* EXERCISE PROMPT
The reply has to be a number alone, equal to how many lines in the entries below hold the string "floats".

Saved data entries
──────────

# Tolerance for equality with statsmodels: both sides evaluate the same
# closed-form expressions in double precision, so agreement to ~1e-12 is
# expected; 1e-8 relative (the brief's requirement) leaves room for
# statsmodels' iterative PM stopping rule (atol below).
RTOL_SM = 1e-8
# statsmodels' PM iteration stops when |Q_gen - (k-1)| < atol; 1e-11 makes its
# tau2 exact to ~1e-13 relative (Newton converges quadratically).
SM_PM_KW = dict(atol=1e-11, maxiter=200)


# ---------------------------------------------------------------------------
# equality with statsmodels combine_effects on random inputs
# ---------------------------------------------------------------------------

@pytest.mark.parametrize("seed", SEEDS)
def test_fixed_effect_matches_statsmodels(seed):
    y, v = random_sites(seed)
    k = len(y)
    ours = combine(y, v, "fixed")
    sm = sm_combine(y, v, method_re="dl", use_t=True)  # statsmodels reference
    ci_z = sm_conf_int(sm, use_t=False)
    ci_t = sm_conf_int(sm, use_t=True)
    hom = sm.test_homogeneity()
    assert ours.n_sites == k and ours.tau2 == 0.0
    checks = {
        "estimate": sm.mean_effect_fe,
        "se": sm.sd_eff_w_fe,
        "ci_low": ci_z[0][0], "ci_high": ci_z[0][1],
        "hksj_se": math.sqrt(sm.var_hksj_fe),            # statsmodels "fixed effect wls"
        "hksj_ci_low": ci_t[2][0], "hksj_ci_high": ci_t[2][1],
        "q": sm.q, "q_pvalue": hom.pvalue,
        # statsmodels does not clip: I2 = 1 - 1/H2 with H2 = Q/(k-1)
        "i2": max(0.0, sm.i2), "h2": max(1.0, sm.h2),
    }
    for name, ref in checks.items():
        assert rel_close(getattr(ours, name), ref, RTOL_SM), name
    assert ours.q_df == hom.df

──────────

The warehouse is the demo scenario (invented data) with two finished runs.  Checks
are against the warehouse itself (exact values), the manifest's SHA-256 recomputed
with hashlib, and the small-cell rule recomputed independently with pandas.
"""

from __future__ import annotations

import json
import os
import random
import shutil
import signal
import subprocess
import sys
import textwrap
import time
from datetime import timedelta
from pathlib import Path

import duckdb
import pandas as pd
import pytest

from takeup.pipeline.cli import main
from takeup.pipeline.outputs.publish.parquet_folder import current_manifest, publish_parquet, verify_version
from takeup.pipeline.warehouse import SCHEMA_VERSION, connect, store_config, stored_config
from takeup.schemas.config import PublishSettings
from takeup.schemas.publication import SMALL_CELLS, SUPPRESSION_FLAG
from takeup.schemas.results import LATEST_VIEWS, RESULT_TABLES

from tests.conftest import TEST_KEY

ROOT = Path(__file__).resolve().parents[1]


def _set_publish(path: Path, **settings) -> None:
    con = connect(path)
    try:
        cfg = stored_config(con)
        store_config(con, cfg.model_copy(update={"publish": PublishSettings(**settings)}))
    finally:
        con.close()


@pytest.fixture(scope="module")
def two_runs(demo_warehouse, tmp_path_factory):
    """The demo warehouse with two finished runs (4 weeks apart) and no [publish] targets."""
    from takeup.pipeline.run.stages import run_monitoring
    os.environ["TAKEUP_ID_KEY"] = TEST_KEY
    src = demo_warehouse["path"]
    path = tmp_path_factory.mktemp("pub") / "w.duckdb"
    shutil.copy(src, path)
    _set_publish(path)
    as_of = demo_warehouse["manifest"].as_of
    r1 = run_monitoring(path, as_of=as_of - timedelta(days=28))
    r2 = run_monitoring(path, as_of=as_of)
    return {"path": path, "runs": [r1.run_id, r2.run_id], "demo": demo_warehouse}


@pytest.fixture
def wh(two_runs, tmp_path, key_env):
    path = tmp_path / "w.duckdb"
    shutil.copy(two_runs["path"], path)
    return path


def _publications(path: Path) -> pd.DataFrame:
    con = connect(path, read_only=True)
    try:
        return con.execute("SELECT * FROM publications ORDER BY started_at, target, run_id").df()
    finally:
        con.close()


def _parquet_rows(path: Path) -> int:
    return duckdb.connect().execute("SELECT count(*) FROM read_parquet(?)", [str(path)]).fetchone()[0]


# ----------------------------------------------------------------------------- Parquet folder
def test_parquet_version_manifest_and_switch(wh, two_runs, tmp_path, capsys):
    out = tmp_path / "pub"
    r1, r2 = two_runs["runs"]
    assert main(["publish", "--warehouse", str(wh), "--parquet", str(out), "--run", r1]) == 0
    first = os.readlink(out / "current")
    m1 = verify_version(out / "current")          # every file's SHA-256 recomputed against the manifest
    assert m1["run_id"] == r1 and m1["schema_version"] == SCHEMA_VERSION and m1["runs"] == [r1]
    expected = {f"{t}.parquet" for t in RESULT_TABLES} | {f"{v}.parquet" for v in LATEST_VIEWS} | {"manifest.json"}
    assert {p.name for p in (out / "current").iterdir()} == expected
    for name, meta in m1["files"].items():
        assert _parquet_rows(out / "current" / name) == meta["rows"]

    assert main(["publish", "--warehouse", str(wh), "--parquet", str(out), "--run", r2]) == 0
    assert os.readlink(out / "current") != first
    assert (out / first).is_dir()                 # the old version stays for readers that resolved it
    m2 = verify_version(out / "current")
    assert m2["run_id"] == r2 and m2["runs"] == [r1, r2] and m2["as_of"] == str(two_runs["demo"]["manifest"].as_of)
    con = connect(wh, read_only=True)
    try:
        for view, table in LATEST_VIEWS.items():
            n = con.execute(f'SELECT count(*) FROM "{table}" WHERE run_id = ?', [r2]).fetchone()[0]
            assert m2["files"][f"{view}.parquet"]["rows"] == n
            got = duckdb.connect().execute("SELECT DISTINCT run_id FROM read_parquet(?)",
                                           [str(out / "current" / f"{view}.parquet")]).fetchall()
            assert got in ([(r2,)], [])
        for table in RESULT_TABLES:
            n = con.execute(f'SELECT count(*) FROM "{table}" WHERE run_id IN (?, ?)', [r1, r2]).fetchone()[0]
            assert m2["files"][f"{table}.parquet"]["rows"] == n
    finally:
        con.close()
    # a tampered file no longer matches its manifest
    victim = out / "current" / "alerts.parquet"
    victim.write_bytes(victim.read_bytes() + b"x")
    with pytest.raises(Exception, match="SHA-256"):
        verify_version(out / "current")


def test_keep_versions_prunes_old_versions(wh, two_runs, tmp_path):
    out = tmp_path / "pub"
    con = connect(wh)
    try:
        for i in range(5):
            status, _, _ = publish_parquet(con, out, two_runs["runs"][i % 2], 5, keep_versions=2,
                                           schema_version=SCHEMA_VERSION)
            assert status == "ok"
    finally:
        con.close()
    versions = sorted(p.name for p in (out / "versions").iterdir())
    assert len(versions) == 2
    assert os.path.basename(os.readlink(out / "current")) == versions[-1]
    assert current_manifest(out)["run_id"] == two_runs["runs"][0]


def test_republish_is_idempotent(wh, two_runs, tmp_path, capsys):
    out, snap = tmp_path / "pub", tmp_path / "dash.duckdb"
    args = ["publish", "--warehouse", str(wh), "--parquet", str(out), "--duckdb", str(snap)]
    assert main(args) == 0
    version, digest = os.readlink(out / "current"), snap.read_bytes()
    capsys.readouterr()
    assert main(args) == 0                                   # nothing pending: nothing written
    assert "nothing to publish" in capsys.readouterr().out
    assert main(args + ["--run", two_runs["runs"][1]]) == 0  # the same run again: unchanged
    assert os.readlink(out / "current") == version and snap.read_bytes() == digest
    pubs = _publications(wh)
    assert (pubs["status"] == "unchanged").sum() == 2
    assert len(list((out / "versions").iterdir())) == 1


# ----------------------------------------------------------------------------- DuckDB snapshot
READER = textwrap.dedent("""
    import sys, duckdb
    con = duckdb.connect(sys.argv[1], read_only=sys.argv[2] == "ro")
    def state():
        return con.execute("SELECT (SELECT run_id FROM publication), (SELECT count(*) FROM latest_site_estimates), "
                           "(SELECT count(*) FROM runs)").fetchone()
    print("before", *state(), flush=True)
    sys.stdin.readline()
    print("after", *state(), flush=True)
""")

──────────

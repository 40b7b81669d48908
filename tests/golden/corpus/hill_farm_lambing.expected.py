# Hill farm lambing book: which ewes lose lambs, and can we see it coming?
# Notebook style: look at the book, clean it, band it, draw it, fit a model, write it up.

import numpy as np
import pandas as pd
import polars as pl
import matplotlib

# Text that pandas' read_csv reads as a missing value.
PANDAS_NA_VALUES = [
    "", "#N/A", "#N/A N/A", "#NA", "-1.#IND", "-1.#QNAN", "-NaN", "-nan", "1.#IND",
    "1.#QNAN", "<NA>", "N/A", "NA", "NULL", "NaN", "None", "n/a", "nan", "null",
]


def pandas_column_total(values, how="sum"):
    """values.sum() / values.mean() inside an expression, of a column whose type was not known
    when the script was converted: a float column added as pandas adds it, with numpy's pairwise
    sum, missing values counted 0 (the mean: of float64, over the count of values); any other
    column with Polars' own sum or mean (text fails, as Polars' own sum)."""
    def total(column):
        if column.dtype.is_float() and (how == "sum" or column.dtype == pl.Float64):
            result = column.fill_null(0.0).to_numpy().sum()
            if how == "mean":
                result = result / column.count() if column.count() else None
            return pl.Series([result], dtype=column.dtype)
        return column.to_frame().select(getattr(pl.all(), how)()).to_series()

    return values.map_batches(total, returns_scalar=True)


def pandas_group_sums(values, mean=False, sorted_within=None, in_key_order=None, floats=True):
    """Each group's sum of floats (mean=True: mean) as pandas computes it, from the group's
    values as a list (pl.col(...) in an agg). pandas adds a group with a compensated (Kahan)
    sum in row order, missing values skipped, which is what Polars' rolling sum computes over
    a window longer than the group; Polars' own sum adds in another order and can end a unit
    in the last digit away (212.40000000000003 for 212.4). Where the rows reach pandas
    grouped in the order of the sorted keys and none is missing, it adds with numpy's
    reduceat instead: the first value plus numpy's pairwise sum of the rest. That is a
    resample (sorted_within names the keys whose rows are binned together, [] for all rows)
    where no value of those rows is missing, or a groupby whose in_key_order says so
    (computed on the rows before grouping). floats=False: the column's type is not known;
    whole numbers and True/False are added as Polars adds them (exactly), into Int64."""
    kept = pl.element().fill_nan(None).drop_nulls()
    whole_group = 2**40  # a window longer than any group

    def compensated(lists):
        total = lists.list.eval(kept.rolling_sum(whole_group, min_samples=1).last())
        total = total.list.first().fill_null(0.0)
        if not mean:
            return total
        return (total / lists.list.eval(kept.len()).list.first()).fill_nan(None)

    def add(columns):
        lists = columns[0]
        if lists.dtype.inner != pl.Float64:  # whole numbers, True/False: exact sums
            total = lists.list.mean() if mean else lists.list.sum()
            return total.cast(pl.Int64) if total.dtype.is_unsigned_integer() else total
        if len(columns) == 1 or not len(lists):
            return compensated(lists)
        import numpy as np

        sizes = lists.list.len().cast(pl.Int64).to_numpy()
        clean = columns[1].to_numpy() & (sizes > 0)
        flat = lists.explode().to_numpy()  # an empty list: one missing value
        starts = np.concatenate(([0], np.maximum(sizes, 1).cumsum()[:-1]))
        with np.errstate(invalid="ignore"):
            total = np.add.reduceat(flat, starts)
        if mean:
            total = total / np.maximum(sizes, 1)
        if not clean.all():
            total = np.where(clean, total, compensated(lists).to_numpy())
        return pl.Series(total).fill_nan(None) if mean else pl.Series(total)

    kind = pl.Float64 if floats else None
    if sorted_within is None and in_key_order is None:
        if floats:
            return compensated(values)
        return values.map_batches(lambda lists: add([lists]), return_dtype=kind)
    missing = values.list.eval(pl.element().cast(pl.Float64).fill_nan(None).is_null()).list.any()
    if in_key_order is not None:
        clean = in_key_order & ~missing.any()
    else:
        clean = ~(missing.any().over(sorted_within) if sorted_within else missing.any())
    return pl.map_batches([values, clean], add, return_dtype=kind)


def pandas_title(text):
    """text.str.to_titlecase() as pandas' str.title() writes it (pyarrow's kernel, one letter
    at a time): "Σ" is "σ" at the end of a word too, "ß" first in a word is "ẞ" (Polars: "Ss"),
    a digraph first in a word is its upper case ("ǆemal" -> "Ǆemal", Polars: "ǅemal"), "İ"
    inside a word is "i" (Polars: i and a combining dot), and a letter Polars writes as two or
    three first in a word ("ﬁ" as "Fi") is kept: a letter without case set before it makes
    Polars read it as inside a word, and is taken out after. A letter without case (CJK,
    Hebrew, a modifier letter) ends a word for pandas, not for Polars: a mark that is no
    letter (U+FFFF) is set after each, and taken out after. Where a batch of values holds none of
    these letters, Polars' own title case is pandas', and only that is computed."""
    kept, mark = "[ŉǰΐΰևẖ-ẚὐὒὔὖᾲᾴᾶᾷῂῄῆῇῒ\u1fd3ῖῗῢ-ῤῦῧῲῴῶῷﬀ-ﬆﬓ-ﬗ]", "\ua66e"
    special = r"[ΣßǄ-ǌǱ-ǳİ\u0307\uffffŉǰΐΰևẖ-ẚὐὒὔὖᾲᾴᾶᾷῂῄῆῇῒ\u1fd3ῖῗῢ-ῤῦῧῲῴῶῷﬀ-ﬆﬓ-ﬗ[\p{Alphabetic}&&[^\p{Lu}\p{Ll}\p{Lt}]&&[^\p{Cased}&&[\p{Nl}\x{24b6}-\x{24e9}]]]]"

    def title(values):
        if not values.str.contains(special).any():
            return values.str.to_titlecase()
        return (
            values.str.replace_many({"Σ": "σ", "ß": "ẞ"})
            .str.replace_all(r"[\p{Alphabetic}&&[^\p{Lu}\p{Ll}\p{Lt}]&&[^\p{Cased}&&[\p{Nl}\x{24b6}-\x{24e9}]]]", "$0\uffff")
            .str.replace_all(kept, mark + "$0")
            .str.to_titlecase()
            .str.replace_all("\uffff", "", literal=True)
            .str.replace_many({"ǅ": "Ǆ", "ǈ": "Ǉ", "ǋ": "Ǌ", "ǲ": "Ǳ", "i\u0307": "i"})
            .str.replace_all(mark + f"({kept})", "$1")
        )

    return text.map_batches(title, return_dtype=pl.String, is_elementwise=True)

──────────

* RESULT OF THE TASK
5